Geospatial Data Scientists analyze location data and satellite imagery. They work on mapping, urban planning, environmental monitoring, and location-based services.

Median Salary

$150,000

Job Growth

Growing — location data is increasingly valuable

Experience Level

Entry to Leadership

Salary Progression

Experience LevelAnnual Salary
Entry Level$100,000
Mid-Level (5-8 years)$150,000
Senior (8-12 years)$180,000
Leadership / Principal$210,000+

What Does a Geospatial Data Scientist Do?

Geospatial Data Scientists analyze location and geographic data. They process satellite imagery detecting changes and features. They build location-based predictive models. They work on environmental monitoring. They support urban planning and climate research. They apply machine learning to geographic data.

A Typical Day

1

Imagery: Download and process satellite imagery.

2

Analysis: Analyze imagery for environmental changes.

3

Modeling: Build ML model predicting land use from imagery.

4

Validation: Validate results using ground truth data.

5

Visualization: Create maps visualizing findings.

6

Reporting: Report findings to environmental team.

7

Integration: Integrate results into planning tools.

Key Skills

Geospatial analysis tools
Satellite imagery analysis
Python/SQL
Machine learning
Geographic knowledge
Mapping/GIS

Career Progression

Geospatial data scientists often progress to research leadership or head of geospatial services.

How to Get Started

1

Geography: Understanding of geography and map concepts.

2

GIS: Learn GIS tools (ArcGIS, QGIS) and concepts.

3

Satellite: Understand satellite imagery and remote sensing.

4

Python: Python for geospatial analysis.

5

Data: Work with real geospatial data.

6

Mapping: Learn mapping and visualization.

7

Real projects: Work on real geospatial projects.

Frequently Asked Questions

What's geospatial data science?

Analysis of location and geographic data including satellite imagery. Applications: mapping, environmental monitoring, urban planning.

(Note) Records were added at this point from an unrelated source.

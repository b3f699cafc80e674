import type { JointFaces } from "../joints/joint-faces.ts";
import type { SectionSlice } from "./face-fit.ts";
import type { Placement } from "./placement.ts";

/** How far the real joint is looked for from the nominal one, mm. */
export const SEARCH_MM = 16;
const STEP_MM = 1.6;
const TURNS_RAD = [0, -3, 3, -6, 6].map((deg) => (deg * Math.PI) / 180);

/** A point this far from every face speaks for none, mm: wide for the first search's steps, then near. */
const WIDE_MM = 2.4;
const NEAR_MM = 1.2;

/** The field of distances to the nominal faces. */
const HALF_FIELD_MM = 48;
const CELL_MM = 0.25;
const CELLS = Math.round((2 * HALF_FIELD_MM) / CELL_MM);

/** Points asked in each trial; more where only an opening of a few points tells the place. */
const ASKED = 64;
const ASKED_BUTT = 256;

/** What a point in the open groove of a butt joint counts against a place. */
const AGAINST = -1;

/** Of places that explain the points alike, the nearest to the model is taken. */
const NEARER = 4e-4;

/** Support of a point by how far it is from the nominal joint: 1 on a face, 0 beyond a tolerance. */
type Field = Float32Array;

/** The fields of a joint, made once for a scan. */
export interface SupportFields {
  readonly wide: Field;
  readonly near: Field;
  /** How many points a trial asks. */
  readonly asked: number;
  /** Support at which a place beside the last find is believed. */
  readonly believed: number;
}

/** Rows of the drawing as segments. */
function segmentsOf(joint: JointFaces): number[][] {
  const { plate_a, plate_b } = joint.profile;
  return [plate_a, plate_b].flatMap((points) =>
    points.slice(1).map((to, i) => [points[i]?.[0] ?? 0, points[i]?.[1] ?? 0, to[0], to[1]]),
  );
}

function squareToSegment(l: number, n: number, [l0 = 0, n0 = 0, l1 = 0, n1 = 0]: readonly number[]): number {
  const [dl, dn] = [l1 - l0, n1 - n0];
  const whole = dl * dl + dn * dn;
  const share = whole > 0 ? Math.max(0, Math.min(1, ((l - l0) * dl + (n - n0) * dn) / whole)) : 0;
  return (l - l0 - share * dl) ** 2 + (n - n0 - share * dn) ** 2;
}

/** The support fields of a joint. */
export function supportFields(joint: JointFaces): SupportFields {
  const isButt = joint.kind === "butt";
  return {
    wide: fieldOf(joint, WIDE_MM),
    near: fieldOf(joint, NEAR_MM),
    asked: isButt ? ASKED_BUTT : ASKED,
    believed: isButt ? BELIEVED_BUTT : BELIEVED,
  };
}

/** Only cells near a face are written. */
function fieldOf(joint: JointFaces, tolerance_mm: number): Field {
  const field = new Float32Array(CELLS * CELLS);
  const cell = (mm: number) => Math.floor((mm + HALF_FIELD_MM) / CELL_MM);
  const clamp = (i: number) => Math.max(0, Math.min(CELLS - 1, i));
  for (const segment of segmentsOf(joint)) {
    const [l0 = 0, n0 = 0, l1 = 0, n1 = 0] = segment;
    const [left, right] = [Math.min(l0, l1) - tolerance_mm, Math.max(l0, l1) + tolerance_mm];
    const [low, high] = [Math.min(n0, n1) - tolerance_mm, Math.max(n0, n1) + tolerance_mm];
    for (let i = clamp(cell(low)); i <= clamp(cell(high)); i++) {
      const n = (i + 0.5) * CELL_MM - HALF_FIELD_MM;
      for (let j = clamp(cell(left)); j <= clamp(cell(right)); j++) {
        const l = (j + 0.5) * CELL_MM - HALF_FIELD_MM;
        const support = 1 - squareToSegment(l, n, segment) / (tolerance_mm * tolerance_mm);
        const at = i * CELLS + j;
        if (support > field[at]!) field[at] = support;
      }
    }
  }
  if (joint.kind === "butt") markOpening(field, joint);
  return field;
}

/** Between the plates of a butt joint there is no steel: surfaces that slide along themselves are held by that. */
function markOpening(field: Field, joint: JointFaces): void {
  const [a, b] = joint.faces;
  if (!a || !b) return;
  const depth = Math.max(...joint.depth_mm);
  const sides = [a, b].map((face, side) => {
    const isEdge = joint.form[side as 0 | 1] === "edge";
    const slope = isEdge ? 0 : Math.cos(face.direction_rad) / Math.max(0.2, Math.sin(face.direction_rad));
    const at = isEdge ? face.near[0] : face.near[0] - face.near[1] * slope;
    return { at, slope };
  });
  const [left, right] = sides;
  if (!left || !right) return;
  for (let i = 0; i < CELLS; i++) {
    const n = (i + 0.5) * CELL_MM - HALF_FIELD_MM;
    if (n > depth + OPEN_ABOVE_MM || n < -OPEN_BELOW_MM) continue;
    const height = Math.max(0, Math.min(n, depth));
    const from = left.at + height * left.slope + CLEAR_MM;
    const to = right.at + height * right.slope - CLEAR_MM;
    for (let j = 0; j < CELLS; j++) {
      const l = (j + 0.5) * CELL_MM - HALF_FIELD_MM;
      if (l > from && l < to) field[i * CELLS + j] = AGAINST;
    }
  }
}

/** The opening reaches a little above the surfaces and below the root, and keeps clear of the edges' own noise, mm. */
const OPEN_ABOVE_MM = 1;
const OPEN_BELOW_MM = 4;
const CLEAR_MM = 0.35;

interface Asked {
  readonly l: Float64Array;
  readonly n: Float64Array;
  readonly count: number;
}

function supportAt(field: Field, asked: Asked, l_mm: number, n_mm: number): number {
  let sum = 0;
  for (let k = 0; k < asked.count; k++) {
    const j = Math.floor((asked.l[k]! - l_mm + HALF_FIELD_MM) / CELL_MM);
    const i = Math.floor((asked.n[k]! - n_mm + HALF_FIELD_MM) / CELL_MM);
    if (i >= 0 && j >= 0 && i < CELLS && j < CELLS) sum += field[i * CELLS + j]!;
  }
  return sum / asked.count - NEARER * (Math.abs(l_mm) + Math.abs(n_mm));
}

/** Some of the section's points, turned back. */
function asked(slice: SectionSlice, turn_rad: number, most: number): Asked {
  const size = slice.to - slice.from;
  const count = Math.min(most, size);
  const [cos, sin] = [Math.cos(-turn_rad), Math.sin(-turn_rad)];
  const l = new Float64Array(count);
  const n = new Float64Array(count);
  for (let k = 0; k < count; k++) {
    const i = slice.from + Math.floor(((k + 0.5) * size) / count);
    l[k] = slice.l_mm[i]! * cos - slice.n_mm[i]! * sin;
    n[k] = slice.l_mm[i]! * sin + slice.n_mm[i]! * cos;
  }
  return { l, n, count };
}

/** A placement and how well it explains the points, 0 to 1. */
export interface Placed extends Placement {
  readonly support: number;
}

/** A place that explains this share of the points is believed without a search of all others. */
const BELIEVED = 0.75;
const BELIEVED_BUTT = 0.9;

interface Trial {
  readonly l: number;
  readonly n: number;
  readonly support: number;
}

/** Halves the step about a place until it is a tenth of a millimetre. */
function refined(field: Field, points: Asked, from: Trial, step_mm: number): Trial {
  let here = { ...from, support: supportAt(field, points, from.l, from.n) };
  for (let step = step_mm; step > 0.1; step /= 2) {
    const { l, n } = here;
    for (const dl of [-step, 0, step])
      for (const dn of [-step, 0, step]) {
        const support = supportAt(field, points, l + dl, n + dn);
        if (support > here.support) here = { l: l + dl, n: n + dn, support };
      }
  }
  return here;
}

/** The best place on the whole grid, for one turn. */
function searched(fields: SupportFields, points: Asked): Trial {
  const reach = Math.round(SEARCH_MM / STEP_MM);
  let here: Trial = { l: 0, n: 0, support: Number.NEGATIVE_INFINITY };
  for (let i = -reach; i <= reach; i++)
    for (let j = -reach; j <= reach; j++) {
      const support = supportAt(fields.wide, points, j * STEP_MM, i * STEP_MM);
      if (support > here.support) here = { l: j * STEP_MM, n: i * STEP_MM, support };
    }
  return refined(fields.near, points, here, STEP_MM / 2);
}

/** The shift is found in the turned-back section: turned again it is the placement's own. */
function placedBack(here: Trial, turn_rad: number): Placed {
  const [cos, sin] = [Math.cos(turn_rad), Math.sin(turn_rad)];
  return {
    l_mm: here.l * cos - here.n * sin,
    n_mm: here.l * sin + here.n * cos,
    turn_rad,
    support: here.support,
  };
}

/** A placement's shift as it is found in the section turned back by another turn. */
function turnedBack({ l_mm, n_mm }: Placement, turn_rad: number): Trial {
  const [cos, sin] = [Math.cos(turn_rad), Math.sin(turn_rad)];
  return { l: l_mm * cos + n_mm * sin, n: n_mm * cos - l_mm * sin, support: 0 };
}

/**
 * Finds where the joint lies in a section by trying the nominal faces on a grid of places and turns, then halving
 * the step. Returns the place with the most support; its accuracy is a few tenths of a millimetre.
 * @param near a place that held a little way along the seam: if it still explains the points, nothing else is tried
 */
export function placeSection(slice: SectionSlice, fields: SupportFields, near: Placement | null): Placed {
  let best: Placed = { l_mm: 0, n_mm: 0, turn_rad: 0, support: Number.NEGATIVE_INFINITY };
  const take = (trial: Trial, turn_rad: number) => {
    if (trial.support > best.support + 1e-9) best = placedBack(trial, turn_rad);
  };
  const turns = TURNS_RAD.map((turn_rad) => ({ turn_rad, points: asked(slice, turn_rad, fields.asked) }));
  if (near)
    for (const { turn_rad, points } of turns)
      take(refined(fields.near, points, turnedBack(near, turn_rad), STEP_MM / 2), turn_rad);
  if (best.support >= fields.believed) return best;
  for (const { turn_rad, points } of turns) take(searched(fields, points), turn_rad);
  return best;
}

What tools do geospatial data scientists use?

GIS software (ArcGIS, QGIS), satellite imagery (Sentinel, Landsat), geospatial Python libraries (GeoPandas, Rasterio).

What data sources exist?

Satellite imagery, mapping data (OpenStreetMap), GPS data, demographic data, climate data.

What applications are most interesting?

Climate monitoring, urban planning, agriculture optimization, disaster response, environmental protection.

Is geospatial data science a growing field?

Yes. Satellite imagery improving, more open data, growing applications.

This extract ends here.